Sumidero Canyon is located in the state of Chiapas, in southern Mexico. The Grijalva River runs through the canyon, cutting spectacular walls which form numerous small caves, rock formations, and waterfalls. The Sumidero Canyon National Park surrounds the canyon.
Sumidero Canyon is located along the Grijalva River, just north of Chiapa de Corzo, in the state of Chiapas in southern Mexico. A crack in the area's crust and subsequent erosion by the river created the canyon.
The Grijalva River runs through the canyon, cutting spectacular walls which exhibit numerous small caves, rock formations and waterfalls.
The canyon's width varies from 1 to 2 km (3,300 - 6,600 ft). The canyon's interior has thirty rapids, five waterfalls, three beaches, two freshwater springs and a cofferdam 3 m (10 ft) wide.
At the north end of the canyon is the Chicoasén Dam and its artificial reservoir, one of several on the Grijalva River, which is essential for water storage and hydroelectric power generation in the region.
The canyon proper is characterized by vertical walls reaching as high as 1,000 m (3,300 ft), with the river turning 90 degrees during the narrow passage's 13 km (8 mi) length.
The best-known of the area's caves is the Cueva de Colores ("Cave of Colors"). This cave gets its name from the filtration of magnesium, potassium and other minerals, which form colors on the walls, especially shades of pink.

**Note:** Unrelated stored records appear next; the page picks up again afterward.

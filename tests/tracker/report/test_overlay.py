"""The overlay video: plays in a browser, shows every frame, draws where things are, hides nothing else."""

import dataclasses
import time
from pathlib import Path

import av
import cv2
import numpy as np
import pytest

from calibration.notice import BadInput
from tracker.report import overlay
from tracker.report.colours import ROLES, contrast, rgb
from tracker.report.demo import Demo, demo
from tracker.report.lettering import lettering
from tracker.report.overlay import Painter, pick_stills, still, write_overlay
from tracker.result import FrameMark


@pytest.fixture(scope="module")
def made() -> Demo:
    return demo("payout", frames=61, size=(360, 640))


def boxes(path: Path) -> list[str]:
    """Names of the top-level boxes of an MP4 file in their order (ISO/IEC 14496-12, 4.2)."""
    data, at, names = path.read_bytes(), 0, []
    while at < len(data):
        size = int.from_bytes(data[at : at + 4], "big")
        names.append(data[at + 4 : at + 8].decode("ascii"))
        at += size or len(data)
    return names


def test_the_file_plays_in_a_browser_and_has_every_frame_once(made: Demo, tmp_path: Path) -> None:
    path = tmp_path / "overlay.mp4"
    stills = write_overlay(made.result, made.frames(), path)
    names = boxes(path)
    assert names.index("moov") < names.index("mdat")  # the index in front
    with av.open(str(path)) as container:
        stream = container.streams.video[0]
        assert (stream.codec_context.name, stream.codec_context.pix_fmt) == ("h264", "yuv420p")
        assert stream.width % 2 == 0 and stream.height % 2 == 0
        frames = list(container.decode(stream))
        assert len(frames) == 61
        assert [round(float(frame.pts * frame.time_base) * 30) for frame in frames] == list(range(61))
    assert [one.stem for one in stills] == ["still-window", "still-first", "still-last", "still-flagged"]
    # What a player shows is what was painted, within what H.264 at this quality loses.
    shown = frames[stills[0].frame].to_ndarray(format="bgr24").astype(int)
    assert np.abs(shown - stills[0].picture).mean() < 4


@pytest.mark.parametrize(
    ("size", "expected"),
    [
        ((720, 1280), (720, 1280)),
        ((1080, 1920), (720, 1280)),
        ((1920, 1080), (1280, 720)),
        ((641, 641), (640, 640)),  # the odd last row and column go
        ((161, 91), (640, 362)),
    ],
)
def test_sides_are_even_and_of_a_good_size(made: Demo, size: tuple[int, int], expected: tuple[int, int]) -> None:
    painter = Painter(made.result, size)
    picture = painter.paint(5, np.full((size[1], size[0]), 90, np.uint8))
    assert picture.shape == (painter.height, painter.width, 3)
    assert painter.width % 2 == 0 and painter.height % 2 == 0
    assert abs(painter.width - expected[0]) <= 1 and painter.height - expected[1] < 0.3 * expected[1] + 120


def with_mark(made: Demo, mark: FrameMark, **changes: object) -> Painter:
    result = dataclasses.replace(made.result, marks=(mark, FrameMark(1, mark.t_s + 1 / 240)), origin_px=(np.nan, np.nan),
                                 scale_px_per_m=np.nan, **changes)  # fmt: skip
    return Painter(result, (720, 1280))


GREY = np.full((1280, 720), 128, np.uint8)


def coloured(picture: np.ndarray, role: str) -> np.ndarray:
    """(n, 2) column, row of pixels near a role's colour."""
    red, green, blue = rgb(ROLES[role])
    near = (np.abs(picture[:1280].astype(int) - (blue, green, red)) < 40).all(axis=2)
    rows, columns = np.nonzero(near)
    return np.stack([columns, rows], axis=1)


def test_the_line_is_drawn_where_it_was_found_with_a_dark_edge_and_gaps_stay(made: Demo) -> None:
    points = np.array([[100, 300], [200, 300], [np.nan, np.nan], [300, 300], [400, 300]], np.float32)
    picture = with_mark(made, FrameMark(0, 0.0, line_px=points)).paint(0, GREY)
    core = coloured(picture, "line")
    assert set(core[:, 1]) <= {299, 300, 301}
    assert abs(core[:, 0].min() - 100) <= 2 and abs(core[:, 0].max() - 400) <= 2
    assert not ((core[:, 0] > 203) & (core[:, 0] < 297)).any()
    assert picture[298:303, 150].max(axis=1).argmax() == 2 and picture[298, 150].max() < 40  # light core, dark edge
    assert (picture[:1280][np.r_[0:290, 310:1280]] == 128).all()  # nothing else is touched


def test_apex_end_and_marks_lie_about_their_points_in_shapes_of_their_own(made: Demo) -> None:
    mark = FrameMark(0, 0.0, apex_px=(200.5, 400.25), end_px=(500.0, 900.0), marks_px=np.array([[350, 600]], np.float32))
    picture = with_mark(made, mark).paint(0, GREY)
    for role, place in (("apex", (200.5, 400.25)), ("end", (500.0, 900.0)), ("mark", (350.0, 600.0))):
        found = coloured(picture, role)
        np.testing.assert_allclose((found.min(axis=0) + found.max(axis=0)) / 2, place, atol=0.75, err_msg=role)
        low, high = found.min(axis=0), found.max(axis=0)
        filled = len(found) / np.prod(high - low + 1)
        assert filled < 0.75, role  # hollow: the thing itself stays visible
        corner = np.hypot(*(found - place).T).max() / ((high - low).max() / 2)
        assert (corner > 1.25) == (role == "mark"), role  # a square reaches into its corners, ring and diamond do not


def test_a_scaled_picture_keeps_places(made: Demo) -> None:
    """Pixel centres are whole numbers on both sides: column c of a picture of twice the size lands at (c + 0.5) / 2 - 0.5."""
    mark = FrameMark(0, 0.0, end_px=(701.0, 1401.0))
    result = dataclasses.replace(made.result, marks=(mark,), origin_px=(np.nan, np.nan), scale_px_per_m=np.nan)
    picture = Painter(result, (1440, 2560)).paint(0, np.full((2560, 1440), 128, np.uint8))
    found = coloured(picture, "end")
    np.testing.assert_allclose((found.min(axis=0) + found.max(axis=0)) / 2, [350.25, 700.25], atol=0.75)


def test_an_enlarged_picture_keeps_places(made: Demo) -> None:
    """Four times the size: column c lands at 4 (c + 0.5) - 0.5; a shift of half a small pixel would be 1.5 large ones."""
    mark = FrameMark(0, 0.0, end_px=(40.0, 100.0))
    result = dataclasses.replace(made.result, marks=(mark,), origin_px=(np.nan, np.nan), scale_px_per_m=np.nan)
    picture = Painter(result, (90, 160)).paint(0, np.full((160, 90), 128, np.uint8))
    found = coloured(picture[:640], "end")
    np.testing.assert_allclose((found.min(axis=0) + found.max(axis=0)) / 2, [161.5, 401.5], atol=0.75)


def test_a_lone_point_between_gaps_is_still_shown(made: Demo) -> None:
    gap = [np.nan, np.nan]
    points = np.array([gap, [200, 300], gap, [300, 300], [400, 300]], np.float32)
    picture = with_mark(made, FrameMark(0, 0.0, line_px=points)).paint(0, GREY)
    assert (picture[295:306, 195:206] != 128).any() and (picture[295:306, 245:256] == 128).all()


def test_drawings_do_not_reach_into_the_numbers(made: Demo) -> None:
    quiet, loud = FrameMark(0, 0.0), FrameMark(0, 0.0, end_px=(300.0, 1279.0), line_px=np.array([[10, 1200], [10, 1400]], np.float32))
    strips = [with_mark(made, mark).paint(0, GREY)[1284:] for mark in (quiet, loud)]
    lowest = min(strip.shape[0] for strip in strips)
    assert (strips[0][6:60, :720] == strips[1][6:60, :720]).all() and lowest > 60


def test_outlines_differ_from_their_edge_and_shapes_from_each_other() -> None:
    for role in ("line", "apex", "end", "mark"):
        assert contrast(ROLES[role], "#181818") >= 3, role  # WCAG 2.2, 1.4.11, against the dark edge


def test_the_scale_bar_is_as_long_as_it_says(made: Demo) -> None:
    result = dataclasses.replace(made.result, marks=(FrameMark(0, 0.0),), origin_px=(np.nan, np.nan), scale_px_per_m=1234.5)
    picture = Painter(result, (720, 1280)).paint(0, np.full((1280, 720), 128, np.uint8))
    row = (picture[1240:1280] > 240).all(axis=2).sum(axis=1).max()  # the longest white run is the bar
    assert row == pytest.approx(0.1 * 1234.5, abs=4)  # 100 mm: the first round length over a sixth of the width


def test_the_video_says_how_slow_it_is(made: Demo) -> None:
    assert Painter(made.result, (360, 640)).slow_factor == pytest.approx(240 / 30)
    real_time = dataclasses.replace(made.result, marks=tuple(FrameMark(i, i / 30) for i in range(5)))
    assert Painter(real_time, (360, 640))._legend()[-1][1] == "shown at its own speed"


def test_the_strip_tells_the_numbers_and_the_flags_in_words(made: Demo) -> None:
    painter = Painter(made.result, (360, 640))
    flagged = next(mark for mark in made.result.marks if mark.flags == ("blurred-apex",))
    assert painter._flags(flagged.frame, flagged) == "flagged: blurred apex"
    assert painter._flags(999, None) == "outside the frames that were followed"
    lost = next(mark for mark in made.result.marks if mark.flags == ("line-lost",))
    t, height, speed = painter._numbers(lost.frame, lost)
    assert t == f"{lost.t_s:.4f} s" and height == "–" and speed.endswith(" m/s")
    height = painter._numbers(30, made.result.marks[30])[1]
    assert height == f"{made.result.frames['apex_z_m'][30]:.4f} m"


def test_text_is_light_on_dark_and_is_cut_at_the_edge() -> None:
    letters = lettering(16)
    onto = np.full((30, 60), 24, np.uint8)
    end = letters.write(onto, "0.2085 m", 2, 3)
    assert onto.max() > 230 and end <= 60 + 40
    assert letters.width("0") == letters.width("1")  # running numbers stand still
    letters.write(onto, "far too long for this strip", 50, 25)  # no error


def test_stills_are_the_telling_frames(made: Demo) -> None:
    picks = pick_stills(made.result)
    low, high = made.result.quantities["arc_height_m"].window_s or (0, 0)
    assert low <= made.result.marks[picks["still-window"][0]].t_s <= high
    assert picks["still-flagged"][1].startswith("first flagged frame: ")
    assert pick_stills(dataclasses.replace(made.result, marks=())) == {}
    one = still(made.result, "still-first", 0, "first", np.zeros((640, 360), np.uint8))
    assert one.picture.shape[2] == 3


def test_the_same_frames_give_the_same_bytes(tmp_path: Path) -> None:
    """Ten times, with other things in memory: it once failed only now and then."""
    small, path, seen = demo("payout", frames=24, size=(90, 160)), tmp_path / "overlay.mp4", set()
    for i in range(10):
        clutter = [np.full(size, i, np.uint8) for size in (10_000 * (i + 1), 333_333, 1_000_001)]
        del clutter
        write_overlay(small.result, small.frames(), path)
        seen.add(path.read_bytes())
    assert len(seen) == 1


def test_no_frames_is_said(made: Demo, tmp_path: Path) -> None:
    with pytest.raises(ValueError, match="no frames"):
        write_overlay(made.result, iter(()), tmp_path / "overlay.mp4")


def test_a_library_without_an_encoder_is_said(made: Demo, tmp_path: Path) -> None:
    with pytest.raises(av.codec.codec.UnknownCodecError), av.open(str(tmp_path / "x.mp4"), "w") as container:
        container.add_stream("no-such-coder", rate=30)  # this is how PyAV says it

    class Bare:
        def add_stream(self, name: str, **_: object) -> object:
            raise av.codec.codec.UnknownCodecError(name)

    with pytest.raises(BadInput, match=r"no H\.264 encoder.*--no-overlay"):
        overlay._stream(Bare(), Painter(made.result, (360, 640)))


def test_memory_does_not_grow_with_the_clip(made: Demo, tmp_path: Path) -> None:
    """Frames are read one at a time: the next is not asked for before the last is drawn and coded."""
    asked, released = [], []

    class Watched:
        def __init__(self) -> None:
            self.pairs = made.frames()

        def __iter__(self) -> "Watched":
            return self

        def __next__(self) -> tuple[int, np.ndarray]:
            pair = next(self.pairs)
            asked.append(pair[0])
            return pair

    def tell(stage: str, done: int, total: int) -> None:
        released.append((done, len(asked), total))

    write_overlay(made.result, Watched(), tmp_path / "overlay.mp4", tell)
    assert all(done == seen for done, seen, _ in released) and released[-1] == (61, 61, 61)


def test_painting_is_cheap_beside_decoding(made: Demo) -> None:
    """Painting costs less than coding the same pictures as the fastest still format does: a ratio, not a wall clock."""
    painter = Painter(demo("payout", frames=12, size=(720, 1280)).result, (720, 1280))
    grey = np.random.default_rng(1).integers(0, 255, (1280, 720), dtype=np.uint8)

    def best(work: object) -> float:
        times = []
        for _ in range(7):
            start = time.perf_counter()
            work()  # type: ignore[operator]
            times.append(time.perf_counter() - start)
        return min(times)

    assert best(lambda: painter.paint(5, grey)) < best(lambda: cv2.imencode(".png", grey))
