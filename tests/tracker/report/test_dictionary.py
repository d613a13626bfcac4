"""The data dictionary says what the program writes."""

from pathlib import Path

from tracker.report.demo import demo
from tracker.report.dictionary import BUDGET_KEYS, FILES, JSON_KEYS, PAGE, QUANTITY_KEYS, markdown
from tracker.report.folder import write_folder
from tracker.report.tables import document, summary_row
from tracker.result import FRAME_COLUMNS


def test_the_page_is_current() -> None:
    assert PAGE.read_text(encoding="utf-8") == markdown(), "run python -m tracker.report.dictionary"


def test_every_key_that_is_written_is_told_and_no_other(tmp_path: Path) -> None:
    made = demo("payout", frames=12, size=(90, 160))
    content = document(made.result, tmp_path)
    assert set(content) == set(JSON_KEYS)
    width = content["results"]["arc_width_m"]
    assert set(width) == set(QUANTITY_KEYS) and set(width["budget"][0]) == set(BUDGET_KEYS)
    out = write_folder(made.result, tmp_path / "r", frames=made.frames)
    assert {path.name + ("/" if path.is_dir() else "") for path in out.iterdir()} == set(FILES)


def test_every_column_and_quantity_is_told() -> None:
    page = markdown()
    row = summary_row(demo("payout", frames=12, size=(90, 160)).result)
    for name in (*FRAME_COLUMNS, "batch", "specimen", "clip_sha256", *(name for name in row if not name.startswith(("u_", "U95_", "k_")))):
        assert name in page, name
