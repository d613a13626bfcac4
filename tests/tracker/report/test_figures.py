"""Numbers as people read them, against the worked cases of JCGM 100:2008, 7.2.6."""

import csv
import math
from decimal import Decimal
from pathlib import Path

import pytest
from hypothesis import given
from hypothesis import strategies as st

from tracker.analysis.quantity import BudgetLine, Quantity, quantity
from tracker.report.figures import columns, line, number, part_text, percent, rounded, value_text
from tracker.report.names import COLUMNS, QUANTITIES, quantities_of
from tracker.result import FRAME_COLUMNS

REFERENCE = Path(__file__).parents[2] / "reference" / "jcgm100-rounding.csv"


def cases() -> list[dict[str, str]]:
    rows = [row for row in REFERENCE.read_text(encoding="utf-8").splitlines() if not row.startswith("#")]
    return list(csv.DictReader(rows))


@pytest.mark.parametrize("case", cases(), ids=lambda case: case["u"])
def test_rounding_agrees_with_the_guide(case: dict[str, str]) -> None:
    assert rounded(float(case["value"]), float(case["u"])) == (case["value_text"], case["u_text"])


@pytest.mark.parametrize(
    ("value", "big_u", "expected"),
    [
        (0.20851, 0.0031, ("0.2085", "0.0031")),
        (0.5, 0.0996, ("0.50", "0.10")),  # carries into a new digit: two digits, not three
        (98765.0, 1234.0, ("98800", "1200")),  # left of the point, without an exponent
        (-0.0001, 0.05, ("0.000", "0.050")),  # no minus sign before nothing
        (-1.2345, 0.05, ("-1.234", "0.050")),  # a tie on the last kept digit goes to even
        (3.0, 0.0, ("3", "")),  # a count
        (math.nan, 0.1, ("not measured", "")),
        (1.5, math.nan, ("1.5", "")),
    ],
)
def test_rounding_at_the_edges(value: float, big_u: float, expected: tuple[str, str]) -> None:
    assert rounded(value, big_u) == expected


@given(st.floats(-1e6, 1e6), st.floats(1e-9, 1e5))
def test_value_and_u_end_at_the_same_place_and_stay_near(value: float, big_u: float) -> None:
    shown, shown_u = rounded(value, big_u)
    place = Decimal(10) ** Decimal(shown_u).as_tuple().exponent
    assert abs(float(shown_u) / big_u - 1) <= 0.05 + 1e-12  # two digits: at worst 1.05 -> 1.1 or 1.0
    assert abs(Decimal(shown) - Decimal(repr(value))) <= max(place / 2, Decimal(repr(big_u)) / 10)
    if "." in shown_u:
        assert Decimal(shown).as_tuple().exponent == Decimal(shown_u).as_tuple().exponent


def one(value: float = 0.20851, u: float = 0.0015816, interval: tuple[float, float] | None = None) -> Quantity:
    return quantity(value, "m", [BudgetLine("scatter", u, 1.0)], "as it is", interval=interval)


def test_a_line_reads_as_a_sentence() -> None:
    assert line("arc_height_m", one()) == "arc height above the rim 0.2085 m ± 0.0031 m (k = 2.0)"


def test_a_pure_number_has_no_unit_and_a_square_is_written_as_one() -> None:
    pure = quantity(1.0417, "1", [BudgetLine("x", 0.0075, 1.0)], "")
    assert line("acceleration_ratio", pure) == "acceleration against local gravity 1.042 ± 0.015 (k = 2.0)"
    fall = quantity(9.8123, "m/s2", [BudgetLine("x", 0.01, 1.0)], "")
    assert value_text(fall) == "9.812 m/s² ± 0.020 m/s²"


def test_a_lopsided_interval_is_given_by_its_ends() -> None:
    lopsided = one(0.213, 0.006, interval=(0.1985, 0.2225))
    assert line("pickup_coefficient", lopsided) == "pick-up coefficient 0.2130 m, interval 0.1985 to 0.2225 m (95 %)"
    assert columns(lopsided) == ("0.2130", "0.1985 to 0.2225")


def test_what_is_not_known_is_said() -> None:
    assert line("snag_count", quantity(3, "1", [], "")) == "snags 3"
    assert line("arc_height_m", one(math.nan)) == "arc height above the rim not measured"
    assert value_text(one(0.2, math.nan)) == "0.2 m (uncertainty not known)"


def test_few_degrees_of_freedom_show_in_k() -> None:
    scatter = quantity(1.0, "m", [BudgetLine("scatter", 0.001, 1.0, "A", 2.0)], "")
    assert line("arc_height_m", scatter).endswith("(k = 4.3)")  # Student t, 2 dof, 95 %: 4.303 (JCGM 100:2008, Table G.2)


def test_budget_parts() -> None:
    of_budget = BudgetLine("board offset", 0.002, -0.13)
    assert part_text(of_budget.part, "m") == "-0.00026 m"
    assert percent(of_budget, 0.0026) == "1 %"
    assert percent(of_budget, 0.1) == "< 1 %"
    assert percent(of_budget, 0.0) == ""


def test_numbers_never_show_an_exponent() -> None:
    assert number(1.2e-7, 9) == "0.000000120"
    assert number(1.25e9, -7) == "1250000000"


def test_every_quantity_of_the_contract_and_every_column_has_words() -> None:
    contract = {
        "arc_height_m", "arc_width_m", "line_speed_mps", "effective_acceleration_mps2", "acceleration_ratio",
        "pickup_coefficient", "landing_coefficient", "lead_over_free_fall_s", "peak_end_speed_mps", "measured_gravity_mps2",
        "length_paid_out_m", "fold_coefficient", "friction_coefficient", "growth_rate_per_s", "speed_ripple", "snag_count",
        "release_s", "first_touch_s",
    }  # fmt: skip
    assert contract <= set(QUANTITIES)
    assert tuple(COLUMNS) == FRAME_COLUMNS
    for name, words in QUANTITIES.items():
        assert words.label and words.symbol and words.meaning.endswith("."), name
    assert "arc_height_m" in quantities_of("payout") and "arc_height_m" not in quantities_of("free-drop")
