def _title(run: RunResult) -> str:
    return paragraph(upper_first(run.run.name or "readings")).removeprefix("<p>").removesuffix("</p>")


def _unit(run: RunResult, name: str, f: Facts) -> tuple[str, str]:
    """The unit in which a channel was written down, by a logger or a hand, else the reader's; and its kind."""
    logged = next((log.mapping.used.get(name) for log in f.logs if log.name == run.run.name), None)
    if logged is not None and logged.unit in UNITS[QUANTITIES[name].kind]:
        return logged.unit, QUANTITIES[name].kind
    if name not in FIELDS:  # a channel that only logs have
        return f.units.unit(QUANTITIES[name].kind), QUANTITIES[name].kind
    typed = {row[name].unit for run_name, rows in _typed_names(f.case) for row in rows
             if row[name] is not None and run.run.name == run_name}
    return typed.pop() if len(typed) == 1 else reading_unit(name, f.units), FIELDS[name].kind


def _not_used(run: RunResult, k: int) -> str:
    """Why a row does not count; "" where it does."""
    if run.used[k]:
        return ""
    number = int(run.run.rows[k])
    if run.window[k] and number in run.removed:
        return f"left out: {run.removed[number]}"
    if not run.run.usable[k]:
        return "time does not run forward"
    return "outside the window" if not run.settling.used[k] else "incomplete"


def windows(f: Facts) -> str:
    """Which stretch of each run counts, and why not the rest."""
    if f.heated is not None:
        return heated_windows(f.heated)
    if f.result is None or [run.run.name for run in f.result.runs] == [READING]:
        return ""
    parts = [table_of(run_rows(f.result, f.units))]
    for run in f.result.runs:
        s, lines = run.settling, []
        if s.by_hand:
            lines.append(f"The window was chosen by hand: {s.reason or 'no reason given'}.")
        if s.whole is not None:
            lines.append("As a whole it is settled." if s.settled else "As a whole it is not settled: " + "; ".join(
                reason_text(r, f.units) for r in s.whole.reasons) + ".")
        lines += unsettled_lines(run, f.units)
        lines += [drift_text(run)] if drift_text(run) else []
        means, flags = channel_rows(run, f.units) if run.means else [], outlier_rows(run, f.units)
        parts += [f"<h3>{_title(run)}</h3>", bullets(lines), table_of(means)]
        if flags:
            apart, every = [row for row in flags if row["Decided"] != "kept"], len(flags)
            shown = [*apart, *(row for row in flags if row not in apart)][:FLAGS]
            parts += [paragraph("Readings that lie apart, and what was decided:"), table_of(shown, kind="words"),
                      paragraph(f"And {every - len(shown)} more that were kept." if every > len(shown) else "")]
        if run.scatter is not None and run.scatter.without is not None:
            parts.append(paragraph(f"The mean of the rows is {run.scatter.mean:.5f}; with the rows that were left out "
                                   f"{run.scatter.without:.5f}."))
    return "".join(parts)
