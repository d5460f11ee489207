import type { Option } from '@/lib/ui/fields/select-field';

/** ISO 3166-1 alpha-2 codes that people garden in; the names come from the runtime's own tables, on the server only. */
const COUNTRIES =
  'AR AT AU BE BG BR CA CH CL CN CO CR CY CZ DE DK EC EE EG ES FI FR GB GE GR HR HU IE IL IN IS IT JP KE KR LI LT LU LV MA MT MX MY NG NL NO NZ PE PH PK PL PT RO RS SE SG SI SK TH TN TR TW TZ UA UG US UY VN ZA ZM ZW';

export function countryOptions(): Option[] {
  const names = new Intl.DisplayNames('en', { type: 'region' });
  return COUNTRIES.split(' ')
    .map((value) => ({ value, label: names.of(value) ?? value }))
    .sort((a, b) => a.label.localeCompare(b.label, 'en'));
}

export function timeZoneOptions(current: string): Option[] {
  const zones = new Set([current, 'UTC', ...Intl.supportedValuesOf('timeZone')]);
  return [...zones].sort().map((value) => ({ value, label: value.replaceAll('_', ' ') }));
}
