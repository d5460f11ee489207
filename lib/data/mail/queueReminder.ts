import { z } from 'zod';
import { outbox, outboxItem, token } from '@/db/schema';
import { daySchema, idSchema } from '@/lib/schemas/parts';
import { hashSecret } from '../people/secrets';
import { enqueue, withPeople } from '../transaction';
import { workerVerb } from '../verb';

const YEAR_MS = 366 * 24 * 3600 * 1000;

const input = z.strictObject({
  personId: idSchema,
  to: z.string(),
  day: daySchema,
  subject: z.string(),
  html: z.string(),
  text: z.string(),
  headers: z.record(z.string(), z.string()),
  attachments: z.array(z.strictObject({ filename: z.string(), content: z.string(), contentType: z.string() })),
  items: z.array(z.strictObject({ reminderId: idSchema, noticeOn: daySchema })),
  unsubscribeSecret: z.string().min(40),
  actionSecret: z.string().min(40),
});

/**
 * One reminder letter a person and day: the unique key lets one of any number of sweeping workers through, and the
 * message, the links in it and the job that sends it are written together or not at all.
 */
export const queueReminder = workerVerb({
  input,
  run: ({ ctx, input: letter }) =>
    withPeople(async (tx) => {
      const [row] = await tx
        .insert(outbox)
        .values({
          personId: letter.personId,
          toAddress: letter.to,
          kind: 'reminder',
          dedupeKey: `${letter.personId} ${letter.day}`,
          subject: letter.subject,
          html: letter.html,
          text: letter.text,
          headers: letter.headers,
          attachments: letter.attachments,
          createdAt: ctx.now,
        })
        .onConflictDoNothing()
        .returning({ id: outbox.id });
      if (!row) return { queued: false };
      await tx
        .insert(outboxItem)
        .values(letter.items.map((item) => ({ outboxId: row.id, reminderId: item.reminderId, dueOn: item.noticeOn })));
      const links = {
        personId: letter.personId,
        email: letter.to,
        expiresAt: new Date(ctx.now.getTime() + YEAR_MS),
        createdAt: ctx.now,
      };
      await tx.insert(token).values([
        { ...links, id: hashSecret(letter.unsubscribeSecret), purpose: 'unsubscribe', payload: { kind: 'reminder' } },
        { ...links, id: hashSecret(letter.actionSecret), purpose: 'mail-action', payload: { outboxId: row.id } },
      ]);
      await enqueue(tx, 'send-mail', { id: row.id });
      return { queued: true };
    }),
});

Sumidero Canyon is the second most visited site in Chiapas, after Palenque. The canyon's scenery has become a significant tourist attraction for the state, with ecotourism and extreme sports developments. The navigable part of the Grijalva River is mainly used to ferry visitors into the canyon area.
The Grijalva River, formerly known as the Tabasco River, is a 480 km (300 mi) long river in southeastern Mexico. The river is named after Juan de Grijalva, a Spanish conquistador who explored the area in 1518.
The river rises in the Chiapas highlands. It flows from Chiapas to the state of Tabasco through the Sumidero Canyon into the Bay of Campeche on the Gulf of Mexico. The river's drainage basin is 134,400 sq km (51,900 sq mi).
Sumidero Canyon National Park
Sumidero Canyon National Park is a federally protected natural area of Mexico, administered by CONAMP, which extends for 21,789 ha (53,840 acres) over four municipalities of the state of Chiapas.
Most of the vegetation in the park is a low to medium-height deciduous rainforest, with small areas of mixed pine-oak forest and grassland.
The tree cover is composed of the following species: breadnut (Brosimum alicastrum), guanacaste (Enterolobium cyclocarpum), totoposte (Licania arbórea), jocotillo (Astronium graveolens), cedar (Cedrela odorata), cuaulote blanco (Luehea candida), hormiguillo (Platymiscium dimorphandrum), chicozapote (Manilkara zapota), tempisque (Mastichodendron capiri) and various types of amate fig trees (Ficus spp.).
Under the tree cover, there is significant plant diversity, including palms and Araceae (flowering plants). Epiphytes (air plants) and orchids, Bromeliaceae and cacti are also abundant. Cactus are primarily found on the canyon's vertical walls and belong to the Acanthocereus family.
Pine-oak forests exist in the northwest of the park in the highest altitudes, covering about 87 ha (210 acres). They are part of the same type of forest found in the Soyaló region it is adjacent to. They are located at an elevation of 1,200 m (3,900 ft) and above in areas that receive precipitation of about 1,500 mm (59 in) annually.
The most common species is the oak Quercus conspersa, often mixed with the two kinds of rainforest in the park. In addition, air plants and bromeliads, orchids, and plants from the Maxillaria, Lycaste, Cattleya and Laelia groups are common here.
Throughout the area's history, especially since it was definitively explored in the 1960s, its wildlife diversity has been severely negatively impacted by human encroachment in the form of settlements, agriculture and hunting. However, since Sumidero Canyon National Park was established in the 1980s, wildlife diversity has increased.
According to a CONANP study in 2007, there are 12 species of reptile here under protection, including the river crocodile (Crocodylus acutus) and one threatened species, the Yucatán banded gecko (Coleonyx elegans).
Birds are the park's most common type of fauna, with about 195 species documented. Six species are threatened, and 17 are subject to special protection. One threatened bird species in the park is the great curassow (Crax rubra).
Relatively abundant species include Actitus macularia, Dendrocygna autumnalis, Egretta caerulea, Egretta thula, Tachybaptus dominicus and Coragyps atratus, all of which are associated with bodies of water.
There have been 53 species of mammals detected recently in the park, of which two are considered threatened, two are in danger, and two are subject to special protection.
Endangered and threatened species include the spider monkey (Ateles geoffroyi), jaguarundi, ocelot, lowland paca, white-tailed deer, anteater (Tamandua tetradactyla) and buzzard (Sarcoramphus papa).